SUPPLIED MATERIAL:
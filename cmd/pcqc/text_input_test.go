package main

import (
	"encoding/json"
	"fmt"
	"os"
	"path/filepath"
	"strings"
	"syscall"
	"testing"
	"time"

	"pcqc/analysis"
)

// quick are the flags that make a run on a small table fast.
var quick = []string{"--bootstrap", "0", "--permutations", "0", "--components", "1", "--format", "none", "--fail-on", "never"}

// refused runs pcqc with args, which must fail as an input error: status 2,
// one line on stderr holding every fragment and no control character, no
// panic, and no output folder at out.
func refused(t *testing.T, out string, fragments []string, args ...string) string {
	t.Helper()
	status, _, stderr := runPCQC(t, args...)
	if status != exitUsage {
		t.Errorf("%v: status %d, want %d; stderr %q", args, status, exitUsage, stderr)
	}
	if strings.Count(stderr, "\n") != 1 || !strings.HasSuffix(stderr, "\n") {
		t.Errorf("%v: stderr is not one line: %q", args, stderr)
	}
	for _, r := range strings.TrimSuffix(stderr, "\n") {
		if r < 0x20 || r == 0x7f || r >= 0x80 && r <= 0x9f || r >= 0x202a && r <= 0x202e || r >= 0x2066 && r <= 0x2069 {
			t.Errorf("%v: stderr holds %U: %q", args, r, stderr)
		}
	}
	for _, f := range append(fragments, "") {
		if !strings.Contains(stderr, f) {
			t.Errorf("%v: stderr %q lacks %q", args, stderr, f)
		}
	}
	if strings.Contains(stderr, "panic:") || strings.Contains(stderr, "goroutine") {
		t.Errorf("%v: %s", args, stderr)
	}
	if _, err := os.Stat(out); !os.IsNotExist(err) {
		t.Errorf("%v: output folder %s exists after a refused run", args, out)
	}
	return stderr
}

// feed writes text to the named pipe path once a reader opens it; the
// channel closes when the writer has closed the pipe (the reader may stop
// early).
func feed(path string, text []byte) chan struct{} {
	done := make(chan struct{})
	go func() {
		defer close(done)
		f, err := os.OpenFile(path, os.O_WRONLY, 0)
		if err != nil {
			return
		}
		f.Write(text)
		f.Close()
	}()
	return done
}

// Devices are refused before they are read, through a link too; a named
// pipe of zeros is refused for its NUL bytes, not called UTF-16; a named
// pipe of data (process substitution) is read.
func TestSpecialInputFiles(t *testing.T) {
	dir := t.TempDir()
	out := filepath.Join(dir, "out")
	if _, err := os.Stat("/dev/zero"); err == nil {
		link := filepath.Join(dir, "zero.csv")
		if err := os.Symlink("/dev/zero", link); err != nil {
			t.Fatal(err)
		}
		for _, path := range []string{"/dev/zero", link} {
			refused(t, out, []string{path + ": is a device, not a data table"}, "run", path, "--out", out)
		}
	}
	fifo := filepath.Join(dir, "pipe.csv")
	if err := syscall.Mkfifo(fifo, 0o600); err != nil {
		t.Skipf("no named pipes here: %v", err)
	}
	written := feed(fifo, make([]byte, 1<<20))
	if msg := refused(t, out, []string{"pipe.csv:1:1", "NUL"}, "run", fifo, "--out", out); strings.Contains(msg, "UTF-16") {
		t.Errorf("zeros called UTF-16: %s", msg)
	}
	select {
	case <-written:
	case <-time.After(20 * time.Second):
		t.Error("the writer of the pipe is still blocked: pcqc did not open it")
		if f, err := os.OpenFile(fifo, os.O_RDONLY|syscall.O_NONBLOCK, 0); err == nil {
			f.Close() // lets the writer's open return
		}
	}
	data, err := os.ReadFile(usarrestsPath)
	if err != nil {
		t.Fatal(err)
	}
	feed(fifo, data)
	if status, _, stderr := runPCQC(t, append([]string{"run", fifo, "--out", out}, quick...)...); status != exitOK {
		t.Fatalf("named pipe of data: status %d %s", status, stderr)
	}
	var s struct {
		Input struct {
			Rows int `json:"rows"`
		} `json:"input"`
	}
	b, _ := os.ReadFile(filepath.Join(out, "summary.json"))
	if json.Unmarshal(b, &s); s.Input.Rows != 50 {
		t.Errorf("named pipe of data: %d rows", s.Input.Rows)
	}
}

// latin1 turns UTF-8 text into Latin-1 bytes (every character of the tests'
// text is in Latin-1).
func latin1(s string) string {
	var b strings.Builder
	for _, r := range s {
		b.WriteByte(byte(r))
	}
	return b.String()
}

// The case: a Latin-1 export. Without --encoding it is refused with
// what to do; with it, run converts it and records the encoding, and apply
// scores the same file against the model (reading it in the training
// encoding unless told otherwise).
func TestLatin1RunThenApply(t *testing.T) {
	dir := t.TempDir()
	data, err := os.ReadFile(usarrestsPath)
	if err != nil {
		t.Fatal(err)
	}
	text := strings.Replace(string(data), "UrbanPop", "Städtisch µ°", 1)
	text = strings.Replace(text, "Alabama", "Alabamä", 1)
	path := writeFile(t, dir, "arrests.csv", latin1(text))
	audit := filepath.Join(dir, "audit")

	refused(t, audit, []string{"arrests.csv:1:4", "not UTF-8", `\xe4 (ä in Latin-1 and Windows-1252)`, "--encoding latin1"}, "run", path, "--out", audit)
	refused(t, audit, []string{`invalid --encoding "latin9"`}, "run", path, "--out", audit, "--encoding", "latin9")

	if status, _, stderr := runPCQC(t, append([]string{"run", path, "--out", audit, "--encoding", "latin1"}, quick...)...); status != exitOK {
		t.Fatalf("run --encoding latin1: status %d %s", status, stderr)
	}
	var summary struct {
		Input struct {
			SHA256    string   `json:"sha256"`
			Variables []string `json:"variables"`
		} `json:"input"`
		Options map[string]any `json:"options"`
	}
	b, _ := os.ReadFile(filepath.Join(audit, "summary.json"))
	if err := json.Unmarshal(b, &summary); err != nil {
		t.Fatal(err)
	}
	if summary.Options["encoding"] != "latin1" || !strings.Contains(fmt.Sprint(summary.Input.Variables), "Städtisch µ°") {
		t.Errorf("summary.json: encoding %v, variables %q", summary.Options["encoding"], summary.Input.Variables)
	}
	model, err := analysis.LoadModel(filepath.Join(audit, "model.json"))
	if err != nil {
		t.Fatal(err)
	}
	if model.Input.Encoding != "latin1" || model.Input.SHA256 != summary.Input.SHA256 || !strings.Contains(fmt.Sprint(model.Variables), "Städtisch µ°") {
		t.Errorf("model.json input %+v, variables %q", model.Input, model.Variables)
	}
	scores := readCSV(t, filepath.Join(audit, "scores.csv"))
	if scores[1][0] != "Alabamä" {
		t.Errorf("scores.csv: first id %q", scores[1][0])
	}

	applied := filepath.Join(dir, "applied")
	if status, _, stderr := runPCQC(t, "apply", audit, path, "--out", applied, "--format", "none", "--fail-on", "never"); status != exitOK {
		t.Fatalf("apply of the training file: status %d %s", status, stderr)
	}
	b, _ = os.ReadFile(filepath.Join(applied, "summary.json"))
	if !strings.Contains(string(b), `"encoding": "latin1"`) {
		t.Errorf("apply's summary.json does not record latin1")
	}
	refused(t, filepath.Join(dir, "applied-utf8"), []string{"not UTF-8"}, "apply", audit, path, "--out", filepath.Join(dir, "applied-utf8"), "--encoding", "utf-8")
}

// Review reads their tables in the encoding given: a Latin-1 loadings file
// names a Latin-1 variable.
func TestReviewReadsTheirTablesInTheEncoding(t *testing.T) {
	dir := t.TempDir()
	o := usarrestsOther(t, true, analysis.ScaleUnit, 2)
	data, err := os.ReadFile(usarrestsPath)
	if err != nil {
		t.Fatal(err)
	}
	rename := func(s string) string { return latin1(strings.ReplaceAll(s, "UrbanPop", "Städtisch")) }
	path := writeFile(t, dir, "arrests.csv", rename(string(data)))
	loadings := writeFile(t, dir, "loadings.csv", rename(o.LoadingsCSV(";", func(a int) string { return fmt.Sprintf("Achse %d", a+1) })))
	out := filepath.Join(dir, "out")
	status, _, stderr := runPCQC(t, "review", path, "--loadings", loadings, "--encoding", "latin1", "--out", out,
		"--bootstrap", "0", "--permutations", "20", "--format", "none", "--fail-on", "never")
	if status != exitOK {
		t.Fatalf("review --encoding latin1: status %d %s", status, stderr)
	}
	s := readSummaryFile[reviewSummary](t, out)
	if st := s.status("review-subspace"); st != "pass" {
		t.Errorf("review-subspace %s: %s", st, s.message("review-subspace"))
	}
	// The data in UTF-8 and their loadings still in Latin-1: refused at
	// the loadings' bad byte.
	utf8Data := writeFile(t, dir, "arrests-utf8.csv", strings.ReplaceAll(string(data), "UrbanPop", "Städtisch"))
	refused(t, filepath.Join(dir, "out2"), []string{"loadings.csv:", "not UTF-8"}, "review", utf8Data, "--loadings", loadings, "--out", filepath.Join(dir, "out2"))
}

// Hostile text in a column name, a cell or a flag value reaches stderr
// escaped.
func TestControlCharactersEscapedOnStderr(t *testing.T) {
	dir := t.TempDir()
	out := filepath.Join(dir, "out")
	osc := "\x1b]0;owned\x07"
	path := writeFile(t, dir, "t.csv", "id,a"+osc+",b\u202e\ns1,1,2\ns2,3,x\x1b[2J\ns3,4,5\ns4,2,2\n")
	refused(t, out, []string{`t.csv:3:3 (b\u202e)`, `"x\x1b[2J"`}, "run", path, "--out", out)
	refused(t, out, []string{`"c\x1b[31m"`, `a\x1b]0;owned\x07`}, "run", path, "--out", out, "--id", "c\x1b[31m")
}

WORK ORDER: List each line of the records that holds the string "Unmarshal".

EXERCISE RESPONSE:
	if json.Unmarshal(b, &s); s.Input.Rows != 50 {
	if err := json.Unmarshal(b, &summary); err != nil {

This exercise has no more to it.